A single figure is expected: how many lines of the data that follows contain the word "float".

------------------------

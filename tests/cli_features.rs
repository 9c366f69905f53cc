//! `equiscan features` end to end: run the built binary on small clouds in a temporary folder
//! and check the files, the sidecar, stdout, stderr and the exit code.

use std::path::{Path, PathBuf};
use std::process::{Command, Output};

use equiscan::Cloud;
use equiscan::io::{Column, read_cloud, write_ply};

fn equiscan(args: &[&str], dir: &Path) -> Output {
    Command::new(env!("CARGO_BIN_EXE_equiscan"))
        .args(args)
        .current_dir(dir)
        .output()
        .expect("run equiscan")
}

/// A seeded cloud: 600 points on a unit sphere and a plane below it, offset far from zero like
/// survey coordinates, written as PLY.
fn small_cloud(dir: &Path, name: &str, seed: u64) -> PathBuf {
    let mut rng = equiscan::so3::rng::SplitMix64::new(seed);
    let mut next = move || rng.next_f64();
    let mut pts = Vec::new();
    for _ in 0..300 {
        let (u, v) = (2.0 * next() - 1.0, std::f64::consts::TAU * next());
        let r = (1.0 - u * u).sqrt();
        pts.push([
            500_000.0 + r * v.cos(),
            4_000_000.0 + r * v.sin(),
            100.0 + u,
        ]);
        pts.push([
            500_000.0 + 4.0 * next() - 2.0,
            4_000_000.0 + 4.0 * next() - 2.0,
            98.5,
        ]);
    }
    let path = dir.join(name);
    write_ply(&path, &Cloud::from_global(&pts), &[]).unwrap();
    path
}

fn npy_shape(path: &Path) -> (usize, usize) {
    let bytes = std::fs::read(path).unwrap();
    assert_eq!(&bytes[..6], b"\x93NUMPY");
    let len = u16::from_le_bytes([bytes[8], bytes[9]]) as usize;
    let header = std::str::from_utf8(&bytes[10..10 + len]).unwrap();
    let shape = header.split("'shape': (").nth(1).unwrap();
    let shape = &shape[..shape.find(')').unwrap()];
    let v: Vec<usize> = shape
        .split(',')
        .filter_map(|t| t.trim().parse().ok())
        .collect();
    assert_eq!(bytes.len(), 10 + len + 4 * v[0] * v[1]);
    (v[0], v[1])
}

#[test]
fn npy_with_sidecar_and_suggested_radius() {
    let dir = tempfile::tempdir().unwrap();
    let input = small_cloud(dir.path(), "scan.ply", 1);
    let out = equiscan(&["features", "scan.ply", "-o", "f.npy"], dir.path());
    assert!(
        out.status.success(),
        "{}",
        String::from_utf8_lossy(&out.stderr)
    );
    let stderr = String::from_utf8_lossy(&out.stderr);
    assert!(stderr.contains("support radius"), "{stderr}");
    let (rows, cols) = npy_shape(&dir.path().join("f.npy"));
    assert_eq!(rows, 600);
    // x/y/z local, count, flags, 30 norms, 105 power-spectrum values
    assert_eq!(cols, 3 + 2 + 30 + 105);
    let side: serde_json::Value =
        serde_json::from_str(&std::fs::read_to_string(dir.path().join("f.npy.json")).unwrap())
            .unwrap();
    assert_eq!(side["rows"], 600);
    assert_eq!(side["columns"].as_array().unwrap().len(), cols);
    assert!(side["columns"][3].as_str().unwrap().ends_with("_count"));
    let meta = &side["metadata"];
    assert_eq!(meta["recipe"]["version"], 2);
    assert_eq!(meta["recipe"]["degree"], 4);
    assert_eq!(meta["radius_suggested"], true);
    let (cloud, _) = read_cloud(&input).unwrap();
    assert_eq!(meta["origin"][0].as_f64().unwrap(), cloud.origin[0]);
    assert!(meta["counts"][0]["mean"].as_f64().unwrap() > 10.0);
}

#[test]
fn ply_csv_las_outputs_and_json_summary() {
    let dir = tempfile::tempdir().unwrap();
    small_cloud(dir.path(), "scan.ply", 2);
    let out = equiscan(
        &[
            "features", "scan.ply", "-o", "f.ply", "--radius", "0.5,1", "--json", "--degree", "2",
            "--shells", "3",
        ],
        dir.path(),
    );
    assert!(
        out.status.success(),
        "{}",
        String::from_utf8_lossy(&out.stderr)
    );
    let summary: serde_json::Value = serde_json::from_slice(&out.stdout).unwrap();
    assert_eq!(summary["points"], 600);
    assert_eq!(summary["centres"], 600);
    assert_eq!(summary["radius_suggested"], false);
    // two scales × (count, flags, 3·3 norms, 6·3 power spectrum)
    assert_eq!(summary["columns"], 2 * (2 + 9 + 18));
    let header = std::fs::read(dir.path().join("f.ply")).unwrap();
    let header = String::from_utf8_lossy(&header[..2000]);
    assert!(
        header.contains("property float r0p5_norm_l0_n0"),
        "{header}"
    );
    assert!(header.contains("property float r1_ps_l2_n1_n2"), "{header}");

    let out = equiscan(
        &[
            "features", "scan.ply", "-o", "f.csv", "-r", "0.5", "--voxel", "0.5", "-q",
        ],
        dir.path(),
    );
    assert!(out.status.success());
    assert!(
        out.stderr.is_empty(),
        "--quiet printed {:?}",
        String::from_utf8_lossy(&out.stderr)
    );
    let csv = std::fs::read_to_string(dir.path().join("f.csv")).unwrap();
    let lines: Vec<&str> = csv.lines().collect();
    assert!(lines[0].starts_with("x_local,y_local,z_local,r0p5_count,r0p5_flags,"));
    assert!(
        lines.len() > 10 && lines.len() < 601,
        "{} voxel centres",
        lines.len() - 1
    );
    let side: serde_json::Value =
        serde_json::from_str(&std::fs::read_to_string(dir.path().join("f.csv.json")).unwrap())
            .unwrap();
    assert_eq!(side["metadata"]["centres"]["kind"], "voxel");
    assert_eq!(
        side["metadata"]["centre_indices"].as_array().unwrap().len(),
        lines.len() - 1
    );

    let out = equiscan(
        &["features", "scan.ply", "-o", "f.laz", "-r", "0.5"],
        dir.path(),
    );
    assert!(
        out.status.success(),
        "{}",
        String::from_utf8_lossy(&out.stderr)
    );
    let (back, info) = read_cloud(&dir.path().join("f.laz")).unwrap();
    assert_eq!(back.len(), 600);
    assert!(
        info.other_fields.iter().any(|f| f == "r0p5_norm_l4_n5"),
        "{:?}",
        info.other_fields
    );
}

#[test]
fn threads_do_not_change_the_bytes_and_folders_take_several_inputs() {
    let dir = tempfile::tempdir().unwrap();
    small_cloud(dir.path(), "a.ply", 3);
    small_cloud(dir.path(), "b.ply", 4);
    for t in ["1", "2"] {
        let out = equiscan(
            &[
                "features",
                "a.ply",
                "b.ply",
                "-o",
                &format!("out{t}"),
                "-r",
                "0.6",
                "--threads",
                t,
                "--invariants",
                "norms,power,bispectrum",
                "--keep-coefficients",
            ],
            dir.path(),
        );
        assert!(
            out.status.success(),
            "{}",
            String::from_utf8_lossy(&out.stderr)
        );
    }
    for f in ["a.npy", "b.npy"] {
        let one = std::fs::read(dir.path().join("out1").join(f)).unwrap();
        let two = std::fs::read(dir.path().join("out2").join(f)).unwrap();
        assert!(one == two, "{f} differs between 1 and 2 threads");
    }
}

------------------------

- **SOLUTION TO THIS EXERCISE**
2